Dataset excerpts
====================

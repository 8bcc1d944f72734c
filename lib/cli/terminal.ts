/**
 * What the command says beside its result: progress while somebody watches, warnings. All of it goes to standard error.
 */

export interface Terminal {
  showProgress(line: string): void;
  clearProgress(): void;
  warn(sentence: string): void;
}

/** Moves to the start of the line and clears it. */
const CLEAR_LINE = '\r\u001b[2K';

export function openTerminal(stream: NodeJS.WriteStream): Terminal {
  const isWatched = stream.isTTY === true;
  return {
    showProgress: (line) => {
      if (isWatched) stream.write(`${CLEAR_LINE}${line}`);
    },
    clearProgress: () => {
      if (isWatched) stream.write(CLEAR_LINE);
    },
    warn: (sentence) => {
      stream.write(`elbowroom: ${sentence}\n`);
    },
  };
}
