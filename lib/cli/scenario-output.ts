/**
 * What `elbowroom scenario FILE --json` prints: exactly one object, on one line. Months are "2024-03"; users are plain counts; shares and
 * odds are fractions of 1; months ahead count from the last observed one. Fields may be added; none changes its meaning.
 */
import { z } from 'zod';
import type { BriefFacts } from '../brief/facts';
import { writeDestinationOrPath } from '../brief/push-verdict';
import { plainText } from '../brief/text';
import { createWords } from '../brief/words';
import { answersSchema } from '../scenario/answers';
import { scenarioComparisonSchema } from '../scenario/comparison';
import { addMonths, formatMonth } from '../series/month';
import type { ComparedScenario } from './run-scenario';

export const scenarioOutputSchema = z.object({
  focal: z.string(),
  rival: z.string(),
  lastObservedMonth: z.string().regex(/^\d{4}-\d{2}$/),
  /** Calendar months of the bands. */
  months: z.array(z.string().regex(/^\d{4}-\d{2}$/)),
  scenarios: z.array(
    z.object({
      name: z.string(),
      /** Destination or path, in one sentence. */
      verdict: z.string(),
      /** Bands with and without the pushes, their difference, odds, money: `lib/scenario/comparison.ts`. */
      comparison: scenarioComparisonSchema,
      /** What `--keep` and `--counter` asked for: `lib/scenario/answers.ts`. */
      answers: answersSchema,
    }),
  ),
  seed: z.number().int(),
  engineVersion: z.string(),
});
export type ScenarioOutput = z.infer<typeof scenarioOutputSchema>;

export function toScenarioJson(facts: BriefFacts, scenarios: readonly ComparedScenario[]): ScenarioOutput {
  const words = createWords(facts);
  const { report, market } = facts;
  const { firstMonth, horizonMonths } = report.outlook;
  return scenarioOutputSchema.parse({
    focal: market.focalName,
    rival: market.rivalName,
    lastObservedMonth: formatMonth(words.lastMonth),
    months: Array.from({ length: horizonMonths }, (_, h) => formatMonth(addMonths(firstMonth, h))),
    scenarios: scenarios.map(({ name, comparison, answers }) => ({
      name,
      verdict: plainText(writeDestinationOrPath(words, comparison)),
      comparison,
      answers,
    })),
    seed: report.seed,
    engineVersion: report.engineVersion,
  });
}
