/** File -> series -> outlook with its draws: what every command starts with. */
import type { BriefFacts } from '../brief/facts';
import { DEFAULT_FIT_OPTIONS } from '../estimate/defaults';
import type { DrawSet, FitStatus } from '../estimate/types';
import type { FitReport } from '../forecast/report';
import { makeMonth } from '../series/month';
import { isBlocking } from '../series/problem';
import { canFit, readSeriesFromTable } from '../series/read-series';
import type { MonthlySeries, SeriesProblem, SeriesReading, TableReading } from '../series/types';
import { chooseColumns } from './choose-columns';
import { type CommandFailure, fail, failWithProblems } from './command-end';
import type { FitRequest } from './fit-request';
import { readInput } from './read-input';
import { describeProgress, runOutlook } from './run-outlook';
import type { Terminal } from './terminal';

/** What a chart would call the counts; a file does not say. */
const UNIT = 'users';

export type FittableReading = SeriesReading & { series: MonthlySeries };

export interface FittedFile {
  reading: FittableReading;
  report: FitReport;
  draws: DrawSet;
}

export async function fitFile(request: FitRequest, terminal: Terminal): Promise<FittedFile | CommandFailure> {
  const input = await readInput(request.file, request.sheet);
  if (!input.ok) return fail(input.exit, input.message);
  const reading = readCounts(input.table, request);
  if ('exit' in reading) return reading;

  const { seed, horizonMonths } = request;
  const options = { ...DEFAULT_FIT_OPTIONS, seed, horizonMonths };
  const end = runOutlook({ series: reading.series, options }, (progress) =>
    terminal.showProgress(describeProgress(progress)),
  );
  terminal.clearProgress();
  if ('failure' in end) return explainFailure(end.failure, reading.problems);

  if (end.report.diagnostics.status === 'not-converged') {
    terminal.warn(
      'The sampler stopped short of its target; the numbers are rough. More months or another --seed may help.',
    );
  }
  return { reading, report: end.report, draws: end.draws };
}

export function toFacts({ reading, report }: Pick<FittedFile, 'reading' | 'report'>): BriefFacts {
  const { series, focalName, rivalName } = reading;
  return {
    market: { name: `${focalName} and ${rivalName}`, unit: UNIT, focalName, rivalName },
    series,
    revision: { number: 1, createdAt: null, fileName: null },
    report,
  };
}

function readCounts(table: TableReading, request: FitRequest): FittableReading | CommandFailure {
  if (table.header.length === 0) return failWithProblems('data-unusable', table.problems);
  const choice = chooseColumns(table, request);
  if (!choice.ok) return fail('data-unusable', choice.message, table.problems);
  const reading = readSeriesFromTable(table, choice.mapping, { thisMonth: currentMonth() });
  if (canFit(reading) && reading.series !== null) return { ...reading, series: reading.series };

  const isTooShort = reading.problems.filter(isBlocking).every(({ code }) => code === 'too-short-to-fit');
  return failWithProblems(isTooShort ? 'too-short' : 'data-unusable', reading.problems);
}

/** The month on this machine's calendar. */
function currentMonth(): number {
  const now = new Date();
  return makeMonth(now.getFullYear(), now.getMonth() + 1);
}

function explainFailure(status: FitStatus, problems: readonly SeriesProblem[]): CommandFailure {
  if (status === 'too-short')
    return fail('too-short', 'Too few months have a count for both firms.', problems);
  if (status === 'no-usable-data') {
    return fail(
      'data-unusable',
      'Neither firm’s count ever changes, so there is no growth to learn from.',
      problems,
    );
  }
  return fail(
    'fit-failed',
    'No start of the fit came to a finite value. Check the counts for slips of the comma.',
    problems,
  );
}
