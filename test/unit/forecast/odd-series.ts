/** Series that no market makes and that a tool may be given all the same, and a driver that minds how long a slice takes. */
import fc from 'fast-check';
import type { MonthlySeries } from '@/lib/series/types';
import { FIRST_MONTH } from '../estimate/simulated-market';

type Counts = (number | null)[];

const months = (count: number, of: (t: number) => number | null): Counts =>
  Array.from({ length: count }, (_, t) => of(t));
/** Some 3 % of scatter without a random number. */
const shaken = (t: number) => 1 + 0.03 * Math.sin(7.3 * t * t);
const name = (title: string, focal: Counts, rival: Counts): [string, MonthlySeries] => [
  title,
  { firstMonth: FIRST_MONTH, focal, rival },
];

const bending = months(36, (t) => Math.round((1e5 / (1 + 9 * Math.exp(-0.2 * t))) * shaken(t + 50)));

export const ODD_SERIES: [string, MonthlySeries][] = [
  name(
    'a firm only falls',
    months(36, (t) => Math.round(1e5 * 0.93 ** t * shaken(t))),
    bending,
  ),
  name(
    'both firms only fall',
    months(30, (t) => 1e5 * 0.9 ** t * shaken(t)),
    months(30, (t) => 8e4 * 0.95 ** t * shaken(t + 9)),
  ),
  name(
    'one firm constant',
    months(24, (t) => 100 + 3 * t + (t % 2)),
    months(24, () => 50),
  ),
  name(
    'tiny counts',
    months(24, (t) => 1e-9 * (8 + t)),
    months(24, (t) => 1e-9 * (50 - t)),
  ),
  name(
    'tiny whole numbers',
    months(24, (t) => 1 + ((t * 7) % 3)),
    months(24, (t) => 2 + ((t * 5) % 4)),
  ),
  name(
    'huge counts',
    months(24, (t) => 1e14 * (8 + t)),
    months(24, (t) => 1e14 * (50 - t)),
  ),
  name(
    'white noise',
    months(24, (t) => 1 + ((t * 7919) % 1000)),
    months(24, (t) => 1 + ((t * 104729) % 1000)),
  ),
  name(
    'exact exponentials',
    months(24, (t) => 10 * 1.2 ** t),
    months(24, (t) => 10 * 1.2 ** t),
  ),
  name(
    'a jump of three orders',
    months(24, (t) => (t < 12 ? 10 : 1e4)),
    months(24, (t) => 100 + 7 * t),
  ),
  name(
    'one firm dies',
    months(24, (t) => (t < 18 ? 100 + t : 0)),
    months(24, (t) => 100 + 5 * t),
  ),
  name(
    'launch in the last month',
    months(24, (t) => (t < 23 ? 0 : 5)),
    months(24, (t) => 100 + 5 * t),
  ),
  name(
    'every other month missing',
    months(30, (t) => (t % 2 ? null : 100 + t)),
    months(30, (t) => 90 + t),
  ),
];

const anyCounts = fc.array(
  fc.oneof(
    { weight: 6, arbitrary: fc.integer({ min: 1, max: 1_000_000 }) },
    { weight: 1, arbitrary: fc.constantFrom<number | null>(0, null, 1, 1e15, 0.001) },
  ),
  { minLength: 13, maxLength: 20 },
);

/** 13 to 20 months of anything, some of it no count at all. */
export const anySeries: fc.Arbitrary<MonthlySeries> = fc.tuple(anyCounts, anyCounts).map(([a, b]) => {
  const count = Math.min(a.length, b.length);
  return { firstMonth: FIRST_MONTH, focal: a.slice(0, count), rival: b.slice(0, count) };
});

/**
 * Seconds of processor that one slice may take: a worker that is silent for 8 s loses its claim, and it may share its processor with three
 * others.
 */
const LONGEST_SLICE = 1.5;

/** Drives a run to its end. @throws when a slice takes longer than a worker may be silent */
export function driveInSlices<Step extends { done: boolean }>(run: {
  next(): Step;
}): Extract<Step, { done: true }> {
  for (;;) {
    const before = process.cpuUsage();
    const step = run.next();
    const { user, system } = process.cpuUsage(before);
    const seconds = (user + system) / 1e6;
    if (!(seconds < LONGEST_SLICE)) throw new Error(`a slice took ${seconds} s`);
    if (step.done) return step as Extract<Step, { done: true }>;
  }
}
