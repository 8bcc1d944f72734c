/**
 * Drives the engine to its end in this process and says how far it is while somebody watches.
 */
import type { FitInput, FitProgress } from '../estimate/types';
import { createOutlookRun, type OutlookStep } from '../forecast/outlook-run';

export type OutlookEnd = Extract<OutlookStep, { done: true }>;

export function runOutlook(input: FitInput, onProgress: (progress: FitProgress) => void): OutlookEnd {
  const run = createOutlookRun(input);
  for (;;) {
    const step = run.next();
    if (step.done) return step;
    onProgress(step.progress);
  }
}

/** One line of true numbers: "starts 7 of 12", then "draws 1,200 of 4,000, R-hat 1.02". */
export function describeProgress(progress: FitProgress): string {
  const { stage, startsDone, startsTotal, drawsKept, drawsTarget, rHat } = progress;
  if (stage === 'starts' || stage === 'polish') return `starts ${startsDone} of ${startsTotal}`;
  if (stage === 'outlook') return 'outlook';
  const agreement = rHat === null ? '' : `, R-hat ${rHat.toFixed(3)}`;
  return `${stage}: draws ${drawsKept} of ${drawsTarget}${agreement}`;
}
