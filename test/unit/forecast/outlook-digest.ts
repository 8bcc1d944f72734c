/** A process of its own that fits what it is given on standard input and prints what identifies every number of the result. */
import { createHash } from 'node:crypto';
import { text } from 'node:stream/consumers';
import type { FitInput } from '@/lib/estimate/types';
import { createOutlookRun, type OutlookRun } from '@/lib/forecast/outlook-run';

type End = Extract<ReturnType<OutlookRun['next']>, { done: true }>;

export function digestOf(end: End): string {
  if (!('report' in end)) return end.failure;
  return createHash('sha256')
    .update(JSON.stringify(end.report))
    .update(Float64Array.from(end.draws.values))
    .digest('hex');
}

if (process.argv[1]?.endsWith('outlook-digest.ts')) {
  for (const input of JSON.parse(await text(process.stdin)) as FitInput[]) {
    const run = createOutlookRun(input);
    let step = run.next();
    while (!step.done) step = run.next();
    console.log(digestOf(step));
  }
}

====================

PROBLEM DESCRIPTION
Locate the word "FitStatus" in the records above, and return each line that has it.

TASK SOLUTION
import type { DrawSet, FitStatus } from '../estimate/types';
function explainFailure(status: FitStatus, problems: readonly SeriesProblem[]): CommandFailure {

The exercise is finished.